# THE PROBLEM
Wherever "setting" turns up in the entries, copy out the line that holds it.

# RECORDS FOR THE TASK

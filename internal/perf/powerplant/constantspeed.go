package powerplant

import (
	"math"

	"legwright/internal/perf/formula"
	"legwright/internal/perf/propeller"
)

// constantSpeed is a piston engine turning a constant-speed propeller held at
// one speed by its governor; the propeller is a loaded disc.
type constantSpeed struct {
	engine *engine
	disc   propeller.Disc
	speed  float64 // governed propeller speed in rev/s
}

var _ Powerplant = (*constantSpeed)(nil)

// Run gives the thrust of the installed power at the governed speed.
func (p *constantSpeed) Run(c Condition, setting float64, w *formula.Working) (Output, error) {
	phi := p.engine.lapse(&c.Air, w)
	power := p.engine.power(setting, phi, p.speed, w)
	if power <= 0 {
		return p.idle(), nil
	}
	return p.at(c, power, p.disc.Thrust(c.Air.Density, c.TAS, power, w), w), nil
}

// idle is a closed throttle: no thrust is assumed, which is neither drag nor help.
func (p *constantSpeed) idle() Output {
	return Output{Limits: Idling, FuelFlow: p.engine.spec.IdleFlow}
}

func (p *constantSpeed) at(c Condition, power, thrust float64, w *formula.Working) Output {
	out := Output{Thrust: thrust}
	p.engine.burn(&out, power, w)
	if p.speed*p.engine.spec.GearRatio < p.engine.lowest {
		out.Limits |= Extrapolated
	}
	d := p.disc.Diameter
	out.Shaft = Shaft{Speed: p.speed, EngineSpeed: p.speed * p.engine.spec.GearRatio, Power: power, AdvanceRatio: c.TAS / (p.speed * d),
		Efficiency: propeller.Efficiency(thrust, c.TAS, power, w), TipMach: propeller.TipMach(c.TAS, p.speed, d, c.Air.SoundSpeed, w)}
	return out
}

// Match inverts the momentum relation in closed form.
func (p *constantSpeed) Match(c Condition, want float64, w *formula.Working) (float64, Output, error) {
	if want <= 0 {
		return 0, p.idle(), nil
	}
	e := p.engine
	power := p.disc.Power(c.Air.Density, c.TAS, want, w)
	full := e.seaLevel(p.speed*e.spec.GearRatio) * e.lapse(&c.Air, nil) * (1 - e.spec.InstallationLoss)
	setting := math.Inf(1)
	if full > 0 {
		setting = (power + e.spec.AccessoryPower) / full
	}
	if setting > 1+1e-9 {
		top, err := p.Run(c, 1, nil)
		if err != nil {
			return 1, Output{}, err
		}
		return 1, Output{}, &ThrustError{Want: want, Available: top.Thrust, TAS: c.TAS}
	}
	return math.Min(1, setting), p.at(c, power, want, w), nil
}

# SOLUTION FOR THIS TASK
func (p *constantSpeed) Run(c Condition, setting float64, w *formula.Working) (Output, error) {
	power := p.engine.power(setting, phi, p.speed, w)
	setting := math.Inf(1)
		setting = (power + e.spec.AccessoryPower) / full
	if setting > 1+1e-9 {
	return math.Min(1, setting), p.at(c, power, want, w), nil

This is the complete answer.